Vision-language models often solve traffic video questions without needing the video.

A machine-rendered reading of the paper's core claim, the machinery that carries it, and where it could break.

The paper audits four public benchmarks for traffic accident VideoQA and shows that recent open-weight VLMs achieve competitive or superior accuracy when video input is removed. On the MM-AU benchmark, accuracy rises without video and falls when more frames are added. The authors define Blind Gap to capture above-chance text-only performance and Visual Gain to measure the added value of video, then introduce an instance-level Shortcut Score that combines text-only confidence with visual necessity signals. This score enables training-free filtering of shortcut questions, producing subsets with lower bias and stronger visual grounding. The results indicate large differences in grounding quality across benchmarks and that accuracy alone is not sufficient for safety-critical VideoQA.

Core claim

Several recent open-weight Vision-Language Models perform competitively, and sometimes better, without video input on traffic VideoQA benchmarks. On MM-AU, removing video consistently improves accuracy while adding more frames degrades performance. The work introduces Blind Gap and Visual Gain as dataset-level diagnostics of visual dependence and a Shortcut Score for instance-level filtering of shortcut-prone questions, yielding filtered subsets that reduce textual bias and improve visual grounding.

What carries the argument

The Shortcut Score, which combines text-only model confidence with signals of visual necessity to enable continuous, training-free filtering of shortcut-prone questions.

If this is right

  • Benchmarks exhibit large differences in the degree of visual grounding required.
  • Applying the Shortcut Score produces subsets with reduced shortcut bias and improved visual grounding.
  • High accuracy on existing benchmarks does not ensure that models use visual evidence.
  • Safety-critical VideoQA evaluation must prioritize measures of visual dependence beyond accuracy.

Where Pith is reading between the lines

These are editorial extensions of the paper, not claims the author makes directly.
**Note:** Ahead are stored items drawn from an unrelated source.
"""The command line takes input strictly and keeps text verbatim (issue 10, item 7):
no abbreviated options, numbers only in the digits 0-9, dates only as YYYY-MM-DD,
long values cut in messages, free text stored as typed on every path, and a filter
that names nothing is refused with the valid choices listed."""

from __future__ import annotations

import argparse

import pytest

from logbook.cli import build_parser, main
from logbook.imports import import_bytes
from logbook.store import Store
from tests.store.conftest import TODAY

DAY = TODAY.isoformat()
NOTES = [
    '=HYPERLINK("http://example.invalid","click")',  # OWASP "CSV Injection" examples
    "-2+3+cmd|' /C calc'!A0",
    "- seals checked",
    "@SUM(A1:A9)",
    "+1 turn on the adjuster",
]


@pytest.fixture
def db(store):
    """The small invented fleet of conftest (site North Yard, model TX-90, pumps S-100...)."""
    store.close()
    return store.path


def _cli(db, *args):
    return main(["--db", str(db), "--today", DAY, *args])


def _exit(db, *args) -> int:
    """main() for arguments argparse itself refuses (it exits via SystemExit)."""
    try:
        return _cli(db, *args)
    except SystemExit as exc:
        return exc.code


def _count(db, what="readings"):
    with Store(db) as s:
        return s.counts()[what]


def _subparsers(parser: argparse.ArgumentParser):
    for action in parser._actions:
        if isinstance(action, argparse._SubParsersAction):
            yield from action.choices.values()


def test_no_parser_accepts_abbreviated_options():
    parser = build_parser()
    parsers = [parser, *_subparsers(parser)]
    assert len(parsers) > 10 and all(p.allow_abbrev is False for p in parsers)
    # argparse's own int() reads "4_2" and Unicode digits: no option is left with it
    assert not [a.dest for p in parsers for a in p._actions if p._registry_get("type", a.type, a.type) is int]


def test_an_abbreviated_option_is_an_error_and_writes_nothing(db, capsys):
    before = _count(db)
    code = _exit(db, "record", "S-100", "--date", DAY, "--hours", "2000", "--servo-pressur", "24")
    assert code == 2 and "--servo-pressur" in capsys.readouterr().err
    assert _exit(db, "pumps", "--si", "North Yard") == 2
    assert _count(db) == before


@pytest.mark.parametrize("value", ["4_2", "\u0664\u0662", "\uff14\uff12", "\u096a\u0968"])
def test_integer_options_take_ascii_digits_only(db, capsys, value):
    assert int(value) == 42  # what argparse's type=int made of it
    assert _exit(db, "pumps", "--limit", value) == 2
    assert "whole number" in capsys.readouterr().err
    assert _exit(db, "history", "S-100", "--last", value) == 2
    assert _exit(db, "remove", "reading", value, "--reason", "typo") == 2


@pytest.mark.parametrize(
    "option,value",
    [
        ("--hours", "2_000"),  # float() reads 2000
        ("--hours", "\u0662\u0660\u0660\u0660"),  # 2000 in Arabic-Indic digits
        ("--servo-pressure", "\uff12\uff14"),  # 24 in full-width digits
        ("--servo-pressure", "\u0968\u096a bar"),  # 24 bar in Devanagari digits
        ("--servo-pressure", "2_4psi"),
        ("--iso4406", "\u0661\u0668/\u0661\u0666/\u0661\u0663"),
        ("--oil-grade", "4_6"),
        ("--date", "20261201"),  # ISO 8601 basic format, taken by date.fromisoformat on 3.11
    ],
)
def test_record_refuses_lenient_numbers_and_dates(db, capsys, option, value):
    before = _count(db)
    args = {"--date": DAY, "--hours": "2000", "--servo-pressure": "24"} | {option: value}
    code = _cli(db, "record", "S-100", *[x for kv in args.items() for x in kv])
    assert code == 2 and value in capsys.readouterr().err
    assert _count(db) == before


def test_event_and_correct_refuse_lenient_numbers(db):
    before = _count(db, "events")
    assert _cli(db, "event", "neutral_reset", "S-100", "--date", DAY, "--hours", "2_000") == 2
    assert _cli(db, "event", "neutral_reset", "S-100", "--date", "20261201", "--hours", "2000") == 2
    assert _count(db, "events") == before
    with Store(db) as s:
        rid = s.readings("S-100")[-1].id
    assert _cli(db, "correct", str(rid), "--servo-pressure", "2_4", "--reason", "typo") == 2
    assert _count(db) == 3


def test_a_megabyte_bad_value_is_cut_in_the_message(db, capsys):
    huge = "9" * 1_000_000 + "x"
    assert _cli(db, "record", "S-100", "--date", DAY, "--hours", "2000", "--case-drain", huge) == 2
    err = " ".join(capsys.readouterr().err.split())  # the terminal console may wrap lines
    assert "(1000001 characters)" in err and len(err) < 3000
    assert _exit(db, "pumps", "--limit", huge) == 2
    err = " ".join(capsys.readouterr().err.split())
    assert "(1000001 characters)" in err and len(err) < 3000
    assert _exit(db, "forecast", "--format", huge) == 2
    assert len(capsys.readouterr().err) < 3000


@pytest.mark.parametrize("note", NOTES)
def test_free_text_is_stored_verbatim_by_record_event_correct_and_import(db, note):
    assert _cli(db, "--as", "ana", "record", "S-100", "--date", DAY, "--hours", "2000", "--servo-pressure", "24",
                "--note", note, "--technician", note) == 0
    assert _cli(db, "event", "neutral_reset", "S-100", "--date", DAY, "--hours", "2000", "--note", note) == 0
    with Store(db) as s:
        last = s.readings("S-100")[-1]
        event = [e for e in s.events() if e.serial == "S-100"][-1]
    assert (last.note, last.technician, event.note) == (note, note, note)
    assert _cli(db, "correct", str(last.id), "--note", note + " (corrected)", "--reason", note) == 0
    with Store(db, user="ana") as s:
        assert s.readings("S-100")[-1].note == note + " (corrected)"
        csv_text = ("serial,date,machine_hours,servo_pressure,technician,note\n"
                    f'S-200,{DAY},6000,26,"{note.replace(chr(34), chr(34) * 2)}","{note.replace(chr(34), chr(34) * 2)}"\n')
        report = import_bytes(s, "readings", csv_text.encode(), name="r.csv", today=TODAY)
        assert report.problems == [] and report.added == 1
        imported = s.readings("S-200")[-1]
    assert (imported.note, imported.technician) == (note, note)


def test_pumps_filters_that_name_nothing_are_refused_with_the_choices(db, capsys):
    for option, value, words in (
        ("--site", "Nowhere", ["no such site", "'Nowhere'", "North Yard"]),
        ("--model", "TQ-999", ["no such model", "'TQ-999'", "TX-90"]),
        ("--status", "bogus", ["no status", "'bogus'", "steady", "over limit"]),
    ):
        assert _cli(db, "pumps", option, value) == 2
        err = capsys.readouterr().err
        assert all(w in err for w in words), (option, err)
    assert _cli(db, "pumps", "--site", "North Yard", "--model", "TX-90") == 0
    assert "S-100" in capsys.readouterr().out
    assert _cli(db, "pumps", "--status", "over limit") == 0  # a real status word, even if no pump has it now


def test_model_names_an_unknown_code(db, capsys):
    assert _cli(db, "model", "TQ-999") == 2
    err = capsys.readouterr().err
    assert "no such model" in err and "TX-90" in err
    assert _cli(db, "model", "TQ-999", "--limit", "case_drain=3") == 2
    assert _cli(db, "model", "TX-90") == 0 and "TX-90" in capsys.readouterr().out


@pytest.mark.parametrize("month", ["1969-01", "2024-11", "2037-01", "\u0662\u0660\u0662\u0667-01"])
def test_forecast_month_out_of_range_or_in_other_digits_is_refused(db, capsys, month):
    # TODAY is 2026-12-01: a plan may start from 2024-12 (2 years back) to 2036-12 (10 years ahead)
    assert _cli(db, "forecast", "--month", month) == 2
    err = capsys.readouterr().err
    assert "--month" in err and month in err
    if month.isascii():
        assert "2024-12 to 2036-12" in err


def test_forecast_month_at_the_ends_of_the_range_is_taken(db, capsys):
    assert _cli(db, "forecast", "--month", "2024-12", "--format", "json") == 0
    assert _cli(db, "forecast", "--month", "2036-12", "--format", "json") == 0
    assert _cli(db, "forecast", "--exchange", "TX-90=\u0662") == 2  # Unicode digit count
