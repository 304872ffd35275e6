"""The command line end to end on the demo fleet: exit codes, messages, nothing
written on rejection, and every command documented in the README."""

from __future__ import annotations

import re
import shutil
from pathlib import Path

import pytest

from logbook.cli import build_parser, main
from logbook.store import Store

TODAY = "2026-12-01"
README = Path(__file__).resolve().parents[2] / "README.md"


@pytest.fixture(scope="module")
def demo_master(tmp_path_factory):
    path = tmp_path_factory.mktemp("cli") / "demo.db"
    # Global options after the command, as a user types them.
    assert main(["demo", "--no-ui", "--db", str(path), "--today", TODAY]) == 0
    return path


@pytest.fixture
def demo(demo_master, tmp_path):
    path = tmp_path / "demo.db"
    shutil.copy(demo_master, path)
    return path


def test_demo_builds_the_invented_fleet(demo):
    with Store(demo) as store:
        counts = store.counts()
        sites = {m.site for m in store.machines().values()}
    assert counts["models"] == 4 and len(sites) == 3
    assert 35 <= counts["machines"] <= 45 and 100 <= counts["pumps"] <= 140
    assert counts["readings"] > 1000 and counts["events"] > 0


def test_demo_refuses_to_replace_someone_elses_database(tmp_path, capsys):
    path = tmp_path / "mine.db"
    assert main(["--db", str(path), "--as", "ana", "init"]) == 0
    with Store(path, user="ana") as store:
        from logbook.model import Machine

        store.add_machines([Machine("K-1", "Yard")])
    assert main(["--db", str(path), "--today", TODAY, "demo", "--no-ui"]) == 2
    assert "not replacing" in capsys.readouterr().err
    with Store(path) as store:
        assert store.counts()["machines"] == 1


def _readings(path):
    with Store(path) as store:
        return store.counts()["readings"]


def test_record_accepts_units_and_rejects_bad_values_writing_nothing(demo, capsys):
    serial = "C-28412"
    with Store(demo) as store:
        last = store.readings(serial)[-1]
    before = _readings(demo)
    args = ["--db", str(demo), "--today", TODAY, "record", serial, "--date", TODAY, "--hours", str(last.machine_hours + 50)]
    assert main(args + ["--servo-pressure", "400psi", "--technician", "Test"]) == 0
    with Store(demo) as store:
        saved = store.readings(serial)[-1]
    # 400 psi in bar: 400 * 6894.757293168361 Pa / 1e5 (NIST SP 811 psi).
    assert saved.servo_pressure_bar == pytest.approx(400 * 6894.757293168361 / 1e5)
    assert _readings(demo) == before + 1
    capsys.readouterr()
    assert main(args + ["--hours", "1", "--case-drain", "abc"]) == 2
    err = capsys.readouterr().err
    assert "case_drain = 'abc'" in err and "nothing was written" in err
    assert _readings(demo) == before + 1


def test_pumps_show_and_model_commands_print(demo, capsys):
    assert main(["--db", str(demo), "--today", TODAY, "pumps", "--limit", "5"]) == 0
    out = capsys.readouterr().out
    assert "over limit" in out and "next reading" in out
    assert main(["--db", str(demo), "--today", TODAY, "show", "D-15264"]) == 0
    assert "past limit" in capsys.readouterr().out
    assert main(["--db", str(demo), "show", "NOPE"]) == 2


def test_missing_database_is_a_message_not_a_traceback(tmp_path, capsys):
    assert main(["--db", str(tmp_path / "none.db"), "pumps"]) == 1
    assert "logbook init" in capsys.readouterr().err


def test_every_command_is_in_the_readme():
    commands = set(build_parser()._subparsers._group_actions[0].choices)
    documented = set(re.findall(r"`logbook ([a-z]+)", README.read_text()))
    assert commands <= documented, sorted(commands - documented)
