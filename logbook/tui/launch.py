"""`logbook` with no command at a terminal: start the fleet view, importing as little
as possible before its first frame (not the store, the analysis or the command modules).

Elsewhere (no terminal, or Textual missing) it prints ``commands.open_ui.print_summary``
instead; that module never imports this one (`logbook demo` starts the view from here too).
"""

from __future__ import annotations

import os
from pathlib import Path


def run(args, ctx) -> int:
    """The app opens the store in a worker after its first frame; a missing database is
    reported here, before the screen is taken over."""
    if not os.isatty(1) or not os.isatty(0):
        return _summary(ctx)
    if not can_draw():
        ctx.err.print(f"logbook: the fleet view needs a terminal that can move the cursor (TERM={os.environ.get('TERM', '')!r} "
                      "cannot); here is the fleet as a list. `logbook pumps`, `logbook show SERIAL` and "
                      "`logbook round` work on any terminal.", markup=False, soft_wrap=True)
        return _summary(ctx)
    if not Path(ctx.db_path).exists():
        ctx.open_store().close()  # raises DatabaseMissing with the store's own words
    try:
        from logbook.tui.app import make_app
        from logbook.tui.gate import StoreOpener
    except ImportError:
        return _summary(ctx)
    app = make_app(StoreOpener(Path(ctx.db_path), ctx.user), today=ctx.today, units=ctx.units,
                   as_of=ctx.as_of)
    try:
        app.run()
    finally:
        app.gate.close()
    return 0


#: Terminals that cannot draw a full-screen view (no cursor addressing): the fleet view
#: would never paint there, so the list is printed instead.
PLAIN_TERMS = frozenset({"dumb", "unknown"})


def can_draw() -> bool:
    return os.environ.get("TERM", "").strip().lower() not in PLAIN_TERMS


def _summary(ctx) -> int:
    from logbook.commands.open_ui import print_summary

    return print_summary(ctx)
  • Similar modality collapse may exist in other VideoQA domains where text shortcuts are possible.
  • Benchmark design should explicitly test whether questions remain solvable after removing visual content.
  • The filtering method could be applied at training time to encourage genuine multimodal learning.

Load-bearing premise

That text-only performance above chance on these benchmarks means the questions can be solved without scene-specific visual evidence.

What would settle it

Rewrite the questions to remove all textual patterns that allow correct answers from text alone, then measure whether text-only accuracy falls to chance while video input becomes necessary for high accuracy.

Figures

Figures reproduced from arXiv: 2606.30220 by Mar\'ia Alejandra Bravo Sarmiento, Sanghwan Kim, Sena Korkut, Zeynep Akata.

Figure 1
Figure 1. Figure 1: Diagnostic space of benchmark-level modality collapse. Each benchmark is positioned by its Blind Gap and Visual Gain, with circle size proportional to multimodal accuracy (AccV ). Our shortcut-aware filtering shifts MM-AU and VRU-Accident toward lower Blind Gap and higher Visual Gain, producing more visually grounded evaluation subsets (G-MM-AU and G-VRU-Accident). language priors or dataset-specific short… view at source ↗
Figure 2
Figure 2. Figure 2: Representative questions from MM-AU and VRU-Accident. Masked-eye and open-eye icons show blind and video ensemble predictions (✓ all-correct, ✗ all-incorrect, ? mixed). For filtering methods, ✓/✗ indicate retained/removed. The Shortcut Score bar reflects shortcut severity [PITH_FULL_IMAGE:figures/full_fig_p004_2.png] view at source ↗
Figure 3
Figure 3. Figure 3: Sweeping the Shortcut Score threshold τ reveals the tradeoff between BG, VG, and the number of retained samples. Choosing τ = 0.1 reduces text-only solvability while improving visual grounding. positive VG on MM-AU; filtering on −V improves VG but raises BG and collapses sample size. The S sweep provides the most balanced outcome on both datasets, and we apply τ = 0.1 to both MM-AU and VRU-Accident. Full s… view at source ↗
Figure 4
Figure 4. Figure 4: Threshold sweep on T, −V , and S for MM-AU and VRU-Accident. Blue and orange curves show Blind Gap and Visual Gain on the filtered subset; dashed lines mark the full-dataset values. The gray dotted curve shows the number of remaining samples on the right axis. SUTD-TrafficQA (Xu et al., 2021) provides human-annotated QA pairs across six reasoning types. Answer candidates are sampled to reduce repetition, a… view at source ↗
read the original abstract

High benchmark accuracy does not guarantee genuine use of visual evidence. We study this problem in traffic accident Video Question Answering (VideoQA), where correct answers should depend on scene-specific visual evidence but may instead be inferred from textual shortcuts. Through an audit of four public benchmarks, we find that several recent open-weight Vision-Language Models (VLMs) perform competitively, and sometimes better, without video input. On the MM-AU benchmark, removing video consistently improves accuracy, and adding more frames further degrades performance. To quantify visual dependence, we introduce two dataset-level diagnostics: Blind Gap, measuring above-chance text-only performance, and Visual Gain, measuring the marginal benefit of adding video. We further propose an instance-level Shortcut Score that combines text-only confidence with visual necessity signals, enabling continuous, training-free filtering of shortcut-prone questions. The resulting subsets reduce shortcut bias and improve visual grounding. Our findings reveal large differences in grounding quality across benchmarks and show that visually grounded evaluation, not just high accuracy, is essential in safety-critical VideoQA.

Editorial analysis

A structured set of objections, weighed in public.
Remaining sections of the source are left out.